New Data and the Importance of Collaboration

New data streams have revolutionized every industry.  It’s no different for human rights.  No different, also, is learning to understand how these work to leverage them for the greater good.  That’s what Amnesty’s Alt-Click project is about.  How do we take the great opportunities out there – micro tasking, social media streams, large databases – and use them to help achieve the mission of Amnesty International.

One of the ways we’re doing that at the Citizen Evidence Lab is by setting up our Digital Verification Corps.  It’s a big challenge – we’ll be working with Amnesty volunteers to find content in social media streams and to verify videos and photographs to help Amnesty researchers monitor and report on human rights violations.  Thinking about all of this while listening to other organizations share their own experiences of different data streams was so important  That’s why we’ll also be using this platform – www.citizenevidence.org – to share our experiences as we build the Digital Verification Corps over the next few months.  We’ll write about our successes, our failures, content we have been able to verify, content we’ve debunked in the hope that this can help other organizations with their own challenges around how to use social media data streams.  

This project will require a lot of collaboration from Amnesty’s staff and volunteers.  But there is so much to learn, so much that changes, so many new tools that appear each month that keeping up is hard.  That’s where the other side of collaboration comes in – working with organizations that could be seen to be competing in some way to leverage these new tools for everyone’s greater good.

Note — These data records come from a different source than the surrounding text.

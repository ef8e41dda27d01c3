"""The public record: an Equation parsed and compiled once, bound late to parameter values.

``parse_equation`` (:mod:`solvers.equation.parsing`) reads the text once with parameters
as symbols, differentiates once and compiles f(x, *params) and f'(x, *params) once (a
:class:`_Core`, shared). An
:class:`Equation` is that core with parameter values bound: ``Equation.bind(values)``
gives a new Equation over the same compiled code, with no re-parse and no re-compile.
Values may be numpy arrays: they broadcast against each other and against x, so f over
10^5 rows of values is one vectorised call.
"""

from __future__ import annotations

from collections.abc import Callable, Mapping, Sequence
from dataclasses import dataclass, field
from typing import Any

import numpy as np
import sympy as sp

from solvers.equation import calculus
from solvers.equation.compile import Code, arguments, bound, floatify_big
from solvers.equation.lexer import EquationError, _fail
from solvers.equation.lines import Definition
from solvers.equation.parser import Check, _Node, snippet
from solvers.equation.typeset import derivative_latex, typeset
from solvers.equation.values import validate_parameters
from solvers.units import Converted, Plan, convert_parameters, read_unit


@dataclass(frozen=True)
class Remark:
    """Something the reader of an equation should know, as a code with its subject.

    Codes: "unknown_has_value" (subject: the unknown), "no_derivative" (subject: the
    reason code of :func:`solvers.equation.calculus.derivative`, or "not_compiled";
    numbers: the limit passed, if any), "degrees", "radians", "angle_units" (subject: the
    names whose angle unit is converted to radians; it replaces "radians"), "kinks",
    "no_dependence" (subject: the unknown), "e_notation", "temperature_offset_sum"
    (subject: a sum as typed that adds a constant to a temperature typed in degC/degF; see
    solvers.units.temperatures). app/documents/words renders them.
    """

    code: str
    subject: str = ""
    numbers: tuple[float, ...] = ()





@dataclass(frozen=True, eq=False)
class _Core:
    """What parse_equation builds once per text and unknown; shared by every binding."""

    text: str
    unknown: str
    parameter_names: tuple[str, ...]  # the order of the compiled code's *params
    symbols: tuple[Any, ...]  # sympy Symbols of the parameters, same order
    x: Any
    symbolic_expr: Any
    symbolic_derivative: Any  # None when no usable symbolic derivative
    f_code: Code  # f(x, *hoisted): the parts with parameters only are arguments
    fprime_code: Code | None  # f'(x, *hoisted)
    checks: tuple[Check, ...]  # parameter-only parts, in parse order
    n_hoisted: int  # how many parameter-only parts f and f' take as arguments
    bind_code: Code | None  # (*params) -> [*hoisted values, *check values]
    sides: tuple[_Node, _Node | None]
    remarks: tuple[Remark, ...]
    cache: dict[str, Any] = field(default_factory=dict)
    units: Plan | None = None  # the units side (solvers.units): unknown unit, dimension check
    # the definition lines before the equation, and where the equation line stands
    definitions: tuple[Definition, ...] = ()
    span: tuple[int, int] | None = None
    # f in the quantities as typed (x the unknown's quantity, not its number in the chosen
    # unit): set only where x_SI = scale*x + offset was substituted into symbolic_expr
    quantity_expr: Any = None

That’s why some of Amnesty’s Alt-Click team and Citizen Evidence Lab joined a writing retreat in Germany in May with several other organizations working with new data streams in the human rights sphere. It was a week to share learnings, share knowledge, share failures all in the goal of writing a text that can help other non-governmental organizations working with similar challenges. The final text will be published by The Engine Room in August. It’s also been out for consultation across the community

But before its publication, here are some thoughts on the advantages and rewards of sharing knowledge in this new space.

  1. The reward of collaboration.  In reality, while organizations think they are competing, there’s not much of it going on.  Each organization has its own angle, its own objectives, its own niches. All of this varies.  Therefore, by collaborating on issues such as how to tackle the issues around modern data streams we all work towards achieving our goals. It’s much better to share learning and share knowledge.
  2. Using data means different things to different people and to different organizations.  Data isn’t just  spreadsheets and statistics.  Data isn’t just digital content.  And questions about data vary too. There are questions of usage. There are also questions of protection. There are questions of ethics.  Tackling all of this is tricky – and likely beyond the remit of any one single organization.  Working together to understand all of this is important now – an importance which is only going to get bigger as more streams, more challenges, more opportunities spring forth.
  3. Platform agnosticism.  We have a tendency to think about how YouTube changed social media or Tableau changed data visualization and recommending how others may use those tools.  That’s useful.  But more useful and important is thinking about processes and workflows needed to achieve data visualization or tracking down social media content.  We need to understand these processes as new, better tools are appearing all the time – but often the processes remain the same.
  4. When we talk about collaboration, it’s also about understanding the limits of what can be achieved before jumping in headfirst. Surely better to discuss with organizations that have done the same and learned the lessons than to blindly explore?
  5. How it fits into traditional research and work.  It’s also important to talk about how people have worked on using new data streams within their traditional work.  New data is not a panacea, but it becomes very, very useful when integrated into more traditional investigation, research and reporting.  Understanding how other organizations have done this can help you understand how to leverage the opportunities these new tools to better effect.